**Instructions for the task**
What lines of the data below hold "without"? Show them.

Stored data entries
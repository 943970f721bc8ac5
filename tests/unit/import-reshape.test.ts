import { describe, expect, test } from 'vitest';
import { PLATE_FORMAT_SIZE, type PlateFormat } from '@/lib/domain/plate-formats';
import { headerFingerprint } from '@/lib/imports/fingerprint';
import { guessMapping } from '@/lib/imports/guess-mapping';
import { columnMappingDraftSchema, type ColumnMappingInput } from '@/lib/imports/mapping-schema';
import { afterPrefix, layoutHeaderCells, reshapeSheet } from '@/lib/imports/reshape-table';
import type { Cell, SheetData } from '@/lib/imports/spreadsheet-types';
import { validatePlateSheet } from '@/lib/imports/validate-plate-sheet';

// Sheets written by hand here (not by Gatewell), with the values each well of the long table must hold.

const sheet = (name: string, rows: Cell[][]): SheetData => ({ name, rows, decimalComma: false });
const known = { knownCompounds: ['GW-1', 'DMSO'], knownTargets: ['Nav1.7', 'Kv7.2'] };

const WIDE_HEADER = [
  'Well',
  'Compound',
  'Conc (uM)',
  'SCN9A I0 (pA)',
  'SCN9A block',
  'KCNQ2 I0 (pA)',
  'KCNQ2 block',
  'Rseal (GOhm)',
];
const wideSheet = () =>
  sheet('Wells', [
    WIDE_HEADER,
    ['A1', 'DMSO', 0, -1000, 0.02, 800, 0.01, 1.5],
    ['A2', 'GW-1', 1, -1200, 0.5, 900, 0.25, 2],
  ]);
const WIDE_MAPPING: ColumnMappingInput = {
  layout: { kind: 'wide', targets: ['SCN9A', 'KCNQ2'] },
  headerRow: 1,
  columns: {
    well: 'Well',
    compound: 'Compound',
    concentration: 'Conc (uM)',
    target: 'Target',
    controlCurrent: 'I0 (pA)',
    block: 'block',
    sealResistance: 'Rseal (GOhm)',
  },
  units: { block: 'fraction' },
  targetValues: { SCN9A: 'Nav1.7', KCNQ2: 'Kv7.2' },
  controls: { negative: ['DMSO'] },
};

describe('wide sheets: a column block per target', () => {
  test('a header opening with a target leaves the readout after it', () => {
    expect(afterPrefix('SCN9A I0 (pA)', 'SCN9A')).toBe('I0 (pA)');
    expect(afterPrefix('Nav1.7_block', 'nav1.7')).toBe('block');
    expect(afterPrefix('SCN9A', 'SCN9A')).toBeNull();
    expect(afterPrefix('SCN9AX block', 'SCN9A')).toBeNull();
  });

  test('the guess finds the target blocks and maps the long table read from them', () => {
    const guess = guessMapping(wideSheet());
    expect(guess.mapping.layout).toEqual({ kind: 'wide', targets: ['SCN9A', 'KCNQ2'] });
    expect(guess.mapping.headerRow).toBe(1);
    expect(guess.mapping.columns).toMatchObject({
      well: 'Well',
      target: 'Target',
      controlCurrent: 'I0 (pA)',
      block: 'block',
      sealResistance: 'Rseal (GOhm)',
    });
  });

  test('each row becomes a row per target, shared columns repeated', () => {
    const result = reshapeSheet(wideSheet(), columnMappingDraftSchema.parse(WIDE_MAPPING));
    expect(result?.ok).toBe(true);
    if (!result?.ok) return;
    expect(result.table.sheet.rows).toEqual([
      ['Well', 'Compound', 'Conc (uM)', 'Rseal (GOhm)', 'Target', 'I0 (pA)', 'block'],
      ['A1', 'DMSO', 0, 1.5, 'SCN9A', -1000, 0.02],
      ['A1', 'DMSO', 0, 1.5, 'KCNQ2', 800, 0.01],
      ['A2', 'GW-1', 1, 2, 'SCN9A', -1200, 0.5],
      ['A2', 'GW-1', 1, 2, 'KCNQ2', 900, 0.25],
    ]);
  });

  test('the plate holds both targets of every well, with the block as given', () => {
    const preview = validatePlateSheet(wideSheet(), WIDE_MAPPING, known);
    expect(preview.fileProblems).toEqual([]);
    expect(preview.issues).toEqual([]);
    expect(preview.plate?.targets).toEqual(['Nav1.7', 'Kv7.2']);
    const a2 = preview.plate?.wells.find((w) => w.position === 'A02');
    expect(a2?.sealResistance_GOhm).toBe(2);
    expect(a2?.readouts.map((r) => [r.target, r.controlCurrent_pA, r.givenBlock])).toEqual([
      ['Nav1.7', -1200, 0.5],
      ['Kv7.2', 900, 0.25],
    ]);
  });

  test('a block may hold the currents before and after compound instead of the block', () => {
    const rows: Cell[][] = [
      ['Well', 'Compound', 'Conc (uM)', 'SCN9A I control (pA)', 'SCN9A I compound (pA)'],
      ['A1', 'GW-1', 1, -1000, -400],
    ];
    rows[0]!.push('KCNQ2 I control (pA)', 'KCNQ2 I compound (pA)');
    rows[1]!.push(800, 600);
    const guess = guessMapping(sheet('Wells', rows));
    expect(guess.mapping.layout).toEqual({ kind: 'wide', targets: ['SCN9A', 'KCNQ2'] });
    const preview = validatePlateSheet(
      sheet('Wells', rows),
      { ...guess.mapping, targetValues: { SCN9A: 'Nav1.7', KCNQ2: 'Kv7.2' } },
      known,
    );
    expect(preview.issues).toEqual([]);
    expect(
      preview.plate?.wells[0]?.readouts.map((r) => [r.target, r.controlCurrent_pA, r.compoundCurrent_pA]),
    ).toEqual([
      ['Nav1.7', -1000, -400],
      ['Kv7.2', 800, 600],
    ]);
  });

  test('an issue names the cell of the file, not of the long table', () => {
    const bad = wideSheet();
    bad.rows[2]![6] = 'lots';
    const preview = validatePlateSheet(bad, WIDE_MAPPING, known);
    const issue = preview.issues.find((i) => i.severity === 'error');
    expect(issue).toMatchObject({ row: 3, column: { letter: 'G', header: 'KCNQ2 block' }, field: 'block' });
    expect(issue?.message).toMatch(/^Sheet "Wells", row 3, column G "KCNQ2 block": /);
  });

  test('a well given twice names the file rows in its message', () => {
    const twice = wideSheet();
    twice.rows.push(['A2', 'GW-1', 1, -1100, 0.4, 950, 0.2, 2]);
    const preview = validatePlateSheet(twice, WIDE_MAPPING, known);
    const messages = preview.issues.filter((i) => i.code === 'duplicate_readout').map((i) => i.message);
    expect(messages).toEqual([
      'Sheet "Wells", row 4, column A "Well": well A02 with target Nav1.7 is already given in row 3; each well has one row per target.',
      'Sheet "Wells", row 4, column A "Well": well A02 with target Kv7.2 is already given in row 3; each well has one row per target.',
    ]);
  });

  test('a target block lacking a column the other has is a file problem', () => {
    const ragged = sheet('Wells', [
      WIDE_HEADER.filter((h) => h !== 'KCNQ2 block'),
      ['A1', 'DMSO', 0, -1, 0.1, 2, 1],
    ]);
    const preview = validatePlateSheet(ragged, WIDE_MAPPING, known);
    expect(preview.plate).toBeNull();
    expect(preview.fileProblems.map((p) => [p.code, p.message])).toEqual([
      [
        'unreadable_layout',
        'Sheet "Wells", row 1: the column block of "KCNQ2" has no "block" column, which the block of "SCN9A" has; every target\'s block needs the same columns.',
      ],
    ]);
  });

  test('headers of one target with qualifiers are not taken for target blocks', () => {
    const long = sheet('Data', [
      ['Well', 'Compound', 'Conc (uM)', 'Target', 'Control current (nA)', 'Compound current (nA)'],
      ['A1', 'GW-1', 1, 'Nav1.7', -1, -0.5],
    ]);
    expect(guessMapping(long).mapping.layout).toEqual({ kind: 'long' });
  });
});

// A grid sheet: "Plate" and "Target" lines, a blank line, then per block a title, a row of column
// numbers and a row per plate row led by its letter, and a blank line.
const BLOCKS = ['Role', 'Compound', 'Conc (uM)', 'I before (pA)', 'I after (pA)'] as const;

function letters(index: number): string {
  return index < 26 ? String.fromCharCode(65 + index) : `A${String.fromCharCode(65 + index - 26)}`;
}

function gridSheet(format: PlateFormat, value: (block: number, r: number, c: number) => Cell): SheetData {
  const { rows, columns } = PLATE_FORMAT_SIZE[format];
  const out: Cell[][] = [['Plate', 'P-0001'], ['Target', 'hNav1.7'], []];
  BLOCKS.forEach((title, b) => {
    out.push([title]);
    out.push([null, ...Array.from({ length: columns }, (_, c) => c + 1)]);
    for (let r = 0; r < rows; r += 1)
      out.push([letters(r), ...Array.from({ length: columns }, (_, c) => value(b, r, c))]);
    out.push([]);
  });
  return sheet('Grids', out);
}

/** Column 1 holds the vehicle, the rest GW-1 at a concentration of the column number. */
const wellValue = (block: number, r: number, c: number): Cell =>
  [c === 0 ? 'vehicle' : 'test', c === 0 ? 'DMSO' : 'GW-1', c, -1000 - r, -1000 + 10 * c][block]!;

const GRID_MAPPING: ColumnMappingInput = {
  layout: { kind: 'grid', constants: ['Target'] },
  headerRow: 4,
  columns: {
    well: 'Well',
    role: 'Role',
    compound: 'Compound',
    concentration: 'Conc (uM)',
    target: 'Target',
    controlCurrent: 'I before (pA)',
    compoundCurrent: 'I after (pA)',
  },
  targetValues: { 'hNav1.7': 'Nav1.7' },
};

describe('plate-shaped grids: a block per readout', () => {
  test.each<[PlateFormat, string]>([
    [96, 'H12'],
    [384, 'P24'],
    [1536, 'AF48'],
  ])('a %i-well grid becomes a row per well, the last %s', (format, last) => {
    const grids = gridSheet(format, wellValue);
    const guess = guessMapping(grids);
    expect(guess.mapping.layout).toEqual({ kind: 'grid', constants: ['Target'] });
    expect(guess.mapping.headerRow).toBe(4);
    expect(guess.mapping.columns).toMatchObject({
      well: 'Well',
      role: 'Role',
      compound: 'Compound',
      concentration: 'Conc (uM)',
      target: 'Target',
    });
    const result = reshapeSheet(grids, columnMappingDraftSchema.parse(GRID_MAPPING));
    if (!result?.ok) throw new Error('not read');
    const { rows } = result.table.sheet;
    expect(rows[0]).toEqual(['Well', 'Target', ...BLOCKS]);
    expect(rows).toHaveLength(format + 1);
    expect(rows[2]).toEqual(['A02', 'hNav1.7', 'test', 'GW-1', 1, -1000, -990]);
    const { columns, rows: plateRows } = PLATE_FORMAT_SIZE[format];
    expect(rows.at(-1)).toEqual([
      last,
      'hNav1.7',
      'test',
      'GW-1',
      columns - 1,
      -1000 - (plateRows - 1),
      -1000 + 10 * (columns - 1),
    ]);

    const preview = validatePlateSheet(grids, GRID_MAPPING, known);
    expect(preview.fileProblems).toEqual([]);
    expect(preview.issues).toEqual([]);
    expect(preview.plate?.format).toBe(format);
    expect(preview.plate?.wells).toHaveLength(format);
    expect(preview.plate?.targets).toEqual(['Nav1.7']);
    const b5 = preview.plate?.wells.find((w) => w.position === 'B05');
    expect(b5).toMatchObject({ role: 'test', compound: 'GW-1', concentration_uM: 4 });
    expect(b5?.readouts[0]).toMatchObject({ controlCurrent_pA: -1001, compoundCurrent_pA: -960 });
    expect(preview.plate?.wells.find((w) => w.position === 'C01')?.role).toBe('vehicle');
  });

  test('empty wells (blank in every grid) are left out', () => {
    const grids = gridSheet(96, (b, r, c) => (c === 11 ? null : wellValue(b, r, c)));
    const preview = validatePlateSheet(grids, GRID_MAPPING, known);
    expect(preview.plate?.wells).toHaveLength(88);
  });

  test("a grid cell's issue names its grid, well and cell of the file", () => {
    // Block 4 ("I after") of a 96-well grid: title in row 4 + 4 × 11 = 48, numbers in 49, row B in 51.
    const grids = gridSheet(96, (b, r, c) => (b === 4 && r === 1 && c === 4 ? 'high' : wellValue(b, r, c)));
    const preview = validatePlateSheet(grids, GRID_MAPPING, known);
    const errors = preview.issues.filter((i) => i.severity === 'error');
    expect(errors).toHaveLength(1);
    expect(errors[0]).toMatchObject({ row: 51, column: { letter: 'F', header: 'I after (pA)' } });
    expect(errors[0]!.message).toMatch(
      /^Sheet "Grids", row 51, column F \(grid "I after \(pA\)", well B05\): /,
    );
  });

  test('a mapped readout with no grid of that title is a file problem naming it', () => {
    const preview = validatePlateSheet(
      gridSheet(96, wellValue),
      { ...GRID_MAPPING, columns: { ...GRID_MAPPING.columns, sealResistance: 'Seal (GOhm)' } },
      known,
    );
    expect(preview.plate).toBeNull();
    expect(preview.fileProblems).toHaveLength(1);
    expect(preview.fileProblems[0]!.code).toBe('missing_column');
    expect(preview.fileProblems[0]!.message).toContain(
      'Sheet "Grids", row 4: no grid is titled "Seal (GOhm)" (chosen for the',
    );
  });

  test('a grid with a row letter missing is a file problem naming the grid', () => {
    const grids = gridSheet(96, wellValue);
    // Drop row H of the third grid ("Conc (uM)": title in row 26, rows A–H in 28–35).
    grids.rows.splice(34, 1);
    const preview = validatePlateSheet(grids, GRID_MAPPING, known);
    expect(preview.plate).toBeNull();
    expect(preview.fileProblems.map((p) => [p.code, p.message])).toEqual([
      [
        'unreadable_layout',
        'Sheet "Grids", row 28, column A: the grid "Conc (uM)" (title in row 26) has rows A–G under 12 columns; a grid of 12 columns has rows A–H.',
      ],
    ]);
  });

  test('a value right of a grid is a file problem', () => {
    const grids = gridSheet(96, wellValue);
    grids.rows[6]![14] = 'stray';
    const preview = validatePlateSheet(grids, GRID_MAPPING, known);
    expect(preview.fileProblems.map((p) => p.message)).toEqual([
      'Sheet "Grids", row 7, column O: the grid "Role" (title in row 4) has a value beyond its column 12 in row B; a grid\'s rows end at its last column number.',
    ]);
  });

  test('a grid without a title is a file problem', () => {
    const grids = gridSheet(96, wellValue);
    grids.rows[14] = [];
    const preview = validatePlateSheet(grids, GRID_MAPPING, known);
    expect(preview.fileProblems[0]!.code).toBe('unreadable_layout');
    expect(preview.fileProblems[0]!.message).toMatch(
      /^Sheet "Grids", row 16, column B: a plate grid has column numbers here but no title/,
    );
  });

  test('a missing key/value line read as a column is a file problem', () => {
    const grids = gridSheet(96, wellValue);
    grids.rows[1] = [];
    const preview = validatePlateSheet(grids, GRID_MAPPING, known);
    expect(preview.fileProblems.map((p) => p.code)).toEqual(['unreadable_layout']);
    expect(preview.fileProblems[0]!.message).toContain('the key "Target"');
  });

  test("a grid layout's fingerprint is its grids' titles, whatever the values and the barcode", () => {
    const layout = columnMappingDraftSchema.parse(GRID_MAPPING).layout;
    const one = gridSheet(96, wellValue);
    const two = gridSheet(96, (b, r, c) => (b === 2 ? 2 * c : wellValue(b, r, c)));
    two.rows[0] = ['Plate', 'P-0002'];
    const print = (s: SheetData) => headerFingerprint(layoutHeaderCells(s, layout, 4));
    expect(print(one)).toBe('grid|role|compound|concum|ibeforepa|iafterpa');
    expect(print(two)).toBe(print(one));
  });
});

describe('the layout field of a mapping', () => {
  test('an older mapping without it is long', () => {
    expect(columnMappingDraftSchema.parse({ headerRow: 2 }).layout).toEqual({ kind: 'long' });
  });

  test('a wide layout needs its targets', () => {
    expect(columnMappingDraftSchema.safeParse({ layout: { kind: 'wide', targets: [] } }).success).toBe(false);
  });
});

**Written response**
  test('a grid without a title is a file problem', () => {
  test('an older mapping without it is long', () => {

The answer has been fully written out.